Retype the records that follow, every line exactly as written.

──────── Recorded information

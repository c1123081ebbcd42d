"""Rules versions remember whether they apply to the deliveries still waiting for a decision.

Revision ID: 0004
Revises: 0003
Create Date: 2026-12-01 23:40:00
"""

from __future__ import annotations

from collections.abc import Sequence

import sqlalchemy as sa
from alembic import op

revision: str = "0004"
down_revision: str | None = "0003"
branch_labels: str | Sequence[str] | None = None
depends_on: str | Sequence[str] | None = None


def upgrade() -> None:
    with op.batch_alter_table("supplier_rules") as table:
        table.add_column(
            sa.Column("rejudge_waiting", sa.Boolean(), nullable=False, server_default=sa.true())
        )


def downgrade() -> None:
    with op.batch_alter_table("supplier_rules") as table:
        table.drop_column("rejudge_waiting")
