"""Accounts: users, sign-in sessions, API tokens, failed sign-ins, audit log, unmaskings.

Revision ID: 0002
Revises: 0001
Create Date: 2026-12-01 19:55:00
"""

from __future__ import annotations

from collections.abc import Sequence

import sqlalchemy as sa
from alembic import op
from sqlalchemy.dialects import postgresql

revision: str = "0002"
down_revision: str | None = "0001"
branch_labels: str | Sequence[str] | None = None
depends_on: str | Sequence[str] | None = None

Timestamp = sa.DateTime(timezone=True)
Document = sa.JSON().with_variant(postgresql.JSONB(astext_type=sa.Text()), "postgresql")


def _index(table: str, column: str) -> None:
    op.create_index(op.f(f"ix_{table}_{column}"), table, [column], unique=False)


def upgrade() -> None:
    op.create_table(
        "app_user",
        sa.Column("id", sa.Integer(), nullable=False),
        sa.Column("name", sa.String(length=100), nullable=False),
        sa.Column("role", sa.String(length=20), nullable=False),
        sa.Column("password_hash", sa.Text(), nullable=True),
        sa.Column("is_demo", sa.Boolean(), nullable=False),
        sa.Column("is_active", sa.Boolean(), nullable=False),
        sa.Column("created_at", Timestamp, nullable=False),
        sa.Column("last_sign_in_at", Timestamp, nullable=True),
        sa.PrimaryKeyConstraint("id", name=op.f("pk_app_user")),
        sa.UniqueConstraint("name", name=op.f("uq_app_user_name")),
    )
    op.create_table(
        "failed_sign_in",
        sa.Column("id", sa.Integer(), nullable=False),
        sa.Column("account", sa.String(length=100), nullable=False),
        sa.Column("address", sa.String(length=64), nullable=False),
        sa.Column("at", Timestamp, nullable=False),
        sa.PrimaryKeyConstraint("id", name=op.f("pk_failed_sign_in")),
    )
    for column in ("account", "address", "at"):
        _index("failed_sign_in", column)
    op.create_table(
        "api_token",
        sa.Column("id", sa.Integer(), nullable=False),
        sa.Column("user_id", sa.Integer(), nullable=False),
        sa.Column("name", sa.String(length=100), nullable=False),
        sa.Column("digest", sa.String(length=64), nullable=False),
        sa.Column("hint", sa.String(length=12), nullable=False),
        sa.Column("created_at", Timestamp, nullable=False),
        sa.Column("last_used_at", Timestamp, nullable=True),
        sa.Column("revoked_at", Timestamp, nullable=True),
        sa.ForeignKeyConstraint(
            ["user_id"],
            ["app_user.id"],
            name=op.f("fk_api_token_user_id_app_user"),
            ondelete="CASCADE",
        ),
        sa.PrimaryKeyConstraint("id", name=op.f("pk_api_token")),
        sa.UniqueConstraint("digest", name=op.f("uq_api_token_digest")),
    )
    _index("api_token", "user_id")
    op.create_table(
        "audit_event",
        sa.Column("id", sa.Integer(), nullable=False),
        sa.Column("at", Timestamp, nullable=False),
        sa.Column("actor_id", sa.Integer(), nullable=True),
        sa.Column("actor_name", sa.String(length=100), nullable=True),
        sa.Column("action", sa.String(length=40), nullable=False),
        sa.Column("target", sa.String(length=300), nullable=True),
        sa.Column("address", sa.String(length=64), nullable=True),
        sa.Column("detail", Document, nullable=False),
        sa.ForeignKeyConstraint(
            ["actor_id"],
            ["app_user.id"],
            name=op.f("fk_audit_event_actor_id_app_user"),
            ondelete="SET NULL",
        ),
        sa.PrimaryKeyConstraint("id", name=op.f("pk_audit_event")),
    )
    for column in ("action", "actor_id", "at"):
        _index("audit_event", column)
    op.create_table(
        "user_session",
        sa.Column("id", sa.Integer(), nullable=False),
        sa.Column("user_id", sa.Integer(), nullable=False),
        sa.Column("digest", sa.String(length=64), nullable=False),
        sa.Column("created_at", Timestamp, nullable=False),
        sa.Column("expires_at", Timestamp, nullable=False),
        sa.Column("address", sa.String(length=64), nullable=True),
        sa.ForeignKeyConstraint(
            ["user_id"],
            ["app_user.id"],
            name=op.f("fk_user_session_user_id_app_user"),
            ondelete="CASCADE",
        ),
        sa.PrimaryKeyConstraint("id", name=op.f("pk_user_session")),
        sa.UniqueConstraint("digest", name=op.f("uq_user_session_digest")),
    )
    for column in ("expires_at", "user_id"):
        _index("user_session", column)
    op.create_table(
        "intake_unmasking",
        sa.Column("id", sa.Integer(), nullable=False),
        sa.Column("intake_id", sa.Integer(), nullable=False),
        sa.Column("user_id", sa.Integer(), nullable=True),
        sa.Column("at", Timestamp, nullable=False),
        sa.ForeignKeyConstraint(
            ["intake_id"],
            ["intake.id"],
            name=op.f("fk_intake_unmasking_intake_id_intake"),
            ondelete="CASCADE",
        ),
        sa.ForeignKeyConstraint(
            ["user_id"],
            ["app_user.id"],
            name=op.f("fk_intake_unmasking_user_id_app_user"),
            ondelete="SET NULL",
        ),
        sa.PrimaryKeyConstraint("id", name=op.f("pk_intake_unmasking")),
        sa.UniqueConstraint("intake_id", name=op.f("uq_intake_unmasking_intake_id")),
    )


def downgrade() -> None:
    op.drop_table("intake_unmasking")
    op.drop_table("user_session")
    op.drop_table("audit_event")
    op.drop_table("api_token")
    op.drop_table("failed_sign_in")
    op.drop_table("app_user")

────────────────

# Response area
repository c1123081ebbcd42d
"""Rules versions remember whether they apply to the deliveries still waiting for a decision.

Revision ID: 0004
Revises: 0003
Create Date: 2026-12-01 23:40:00
"""

from __future__ import annotations

from collections.abc import Sequence

import sqlalchemy as sa
from alembic import op

revision: str = "0004"
down_revision: str | None = "0003"
branch_labels: str | Sequence[str] | None = None
depends_on: str | Sequence[str] | None = None


def upgrade() -> None:
    with op.batch_alter_table("supplier_rules") as table:
        table.add_column(
            sa.Column("rejudge_waiting", sa.Boolean(), nullable=False, server_default=sa.true())
        )


def downgrade() -> None:
    with op.batch_alter_table("supplier_rules") as table:
        table.drop_column("rejudge_waiting")
"""Accounts: users, sign-in sessions, API tokens, failed sign-ins, audit log, unmaskings.

Revision ID: 0002
Revises: 0001
Create Date: 2026-12-01 19:55:00
"""

from __future__ import annotations

from collections.abc import Sequence

import sqlalchemy as sa
from alembic import op
from sqlalchemy.dialects import postgresql

revision: str = "0002"
down_revision: str | None = "0001"
branch_labels: str | Sequence[str] | None = None
depends_on: str | Sequence[str] | None = None

Timestamp = sa.DateTime(timezone=True)
Document = sa.JSON().with_variant(postgresql.JSONB(astext_type=sa.Text()), "postgresql")


def _index(table: str, column: str) -> None:
    op.create_index(op.f(f"ix_{table}_{column}"), table, [column], unique=False)


def upgrade() -> None:
    op.create_table(
        "app_user",
        sa.Column("id", sa.Integer(), nullable=False),
        sa.Column("name", sa.String(length=100), nullable=False),
        sa.Column("role", sa.String(length=20), nullable=False),
        sa.Column("password_hash", sa.Text(), nullable=True),
        sa.Column("is_demo", sa.Boolean(), nullable=False),
        sa.Column("is_active", sa.Boolean(), nullable=False),
        sa.Column("created_at", Timestamp, nullable=False),
        sa.Column("last_sign_in_at", Timestamp, nullable=True),
        sa.PrimaryKeyConstraint("id", name=op.f("pk_app_user")),
        sa.UniqueConstraint("name", name=op.f("uq_app_user_name")),
    )
    op.create_table(
        "failed_sign_in",
        sa.Column("id", sa.Integer(), nullable=False),
        sa.Column("account", sa.String(length=100), nullable=False),
        sa.Column("address", sa.String(length=64), nullable=False),
        sa.Column("at", Timestamp, nullable=False),
        sa.PrimaryKeyConstraint("id", name=op.f("pk_failed_sign_in")),
    )
    for column in ("account", "address", "at"):
        _index("failed_sign_in", column)
    op.create_table(
        "api_token",
        sa.Column("id", sa.Integer(), nullable=False),
        sa.Column("user_id", sa.Integer(), nullable=False),
        sa.Column("name", sa.String(length=100), nullable=False),
        sa.Column("digest", sa.String(length=64), nullable=False),
        sa.Column("hint", sa.String(length=12), nullable=False),
        sa.Column("created_at", Timestamp, nullable=False),
        sa.Column("last_used_at", Timestamp, nullable=True),
        sa.Column("revoked_at", Timestamp, nullable=True),
        sa.ForeignKeyConstraint(
            ["user_id"],
            ["app_user.id"],
            name=op.f("fk_api_token_user_id_app_user"),
            ondelete="CASCADE",
        ),
        sa.PrimaryKeyConstraint("id", name=op.f("pk_api_token")),
        sa.UniqueConstraint("digest", name=op.f("uq_api_token_digest")),
    )
    _index("api_token", "user_id")
    op.create_table(
        "audit_event",
        sa.Column("id", sa.Integer(), nullable=False),
        sa.Column("at", Timestamp, nullable=False),
        sa.Column("actor_id", sa.Integer(), nullable=True),
        sa.Column("actor_name", sa.String(length=100), nullable=True),
        sa.Column("action", sa.String(length=40), nullable=False),
        sa.Column("target", sa.String(length=300), nullable=True),
        sa.Column("address", sa.String(length=64), nullable=True),
        sa.Column("detail", Document, nullable=False),
        sa.ForeignKeyConstraint(
            ["actor_id"],
            ["app_user.id"],
            name=op.f("fk_audit_event_actor_id_app_user"),
            ondelete="SET NULL",
        ),
        sa.PrimaryKeyConstraint("id", name=op.f("pk_audit_event")),
    )
    for column in ("action", "actor_id", "at"):
        _index("audit_event", column)
    op.create_table(
        "user_session",
        sa.Column("id", sa.Integer(), nullable=False),
        sa.Column("user_id", sa.Integer(), nullable=False),
        sa.Column("digest", sa.String(length=64), nullable=False),
        sa.Column("created_at", Timestamp, nullable=False),
        sa.Column("expires_at", Timestamp, nullable=False),
        sa.Column("address", sa.String(length=64), nullable=True),
        sa.ForeignKeyConstraint(
            ["user_id"],
            ["app_user.id"],
            name=op.f("fk_user_session_user_id_app_user"),
            ondelete="CASCADE",
        ),
        sa.PrimaryKeyConstraint("id", name=op.f("pk_user_session")),
        sa.UniqueConstraint("digest", name=op.f("uq_user_session_digest")),
    )
    for column in ("expires_at", "user_id"):
        _index("user_session", column)
    op.create_table(
        "intake_unmasking",
        sa.Column("id", sa.Integer(), nullable=False),
        sa.Column("intake_id", sa.Integer(), nullable=False),
        sa.Column("user_id", sa.Integer(), nullable=True),
        sa.Column("at", Timestamp, nullable=False),
        sa.ForeignKeyConstraint(
            ["intake_id"],
            ["intake.id"],
            name=op.f("fk_intake_unmasking_intake_id_intake"),
            ondelete="CASCADE",
        ),
        sa.ForeignKeyConstraint(
            ["user_id"],
            ["app_user.id"],
            name=op.f("fk_intake_unmasking_user_id_app_user"),
            ondelete="SET NULL",
        ),
        sa.PrimaryKeyConstraint("id", name=op.f("pk_intake_unmasking")),
        sa.UniqueConstraint("intake_id", name=op.f("uq_intake_unmasking_intake_id")),
    )


def downgrade() -> None:
    op.drop_table("intake_unmasking")
    op.drop_table("user_session")
    op.drop_table("audit_event")
    op.drop_table("api_token")
    op.drop_table("failed_sign_in")
    op.drop_table("app_user")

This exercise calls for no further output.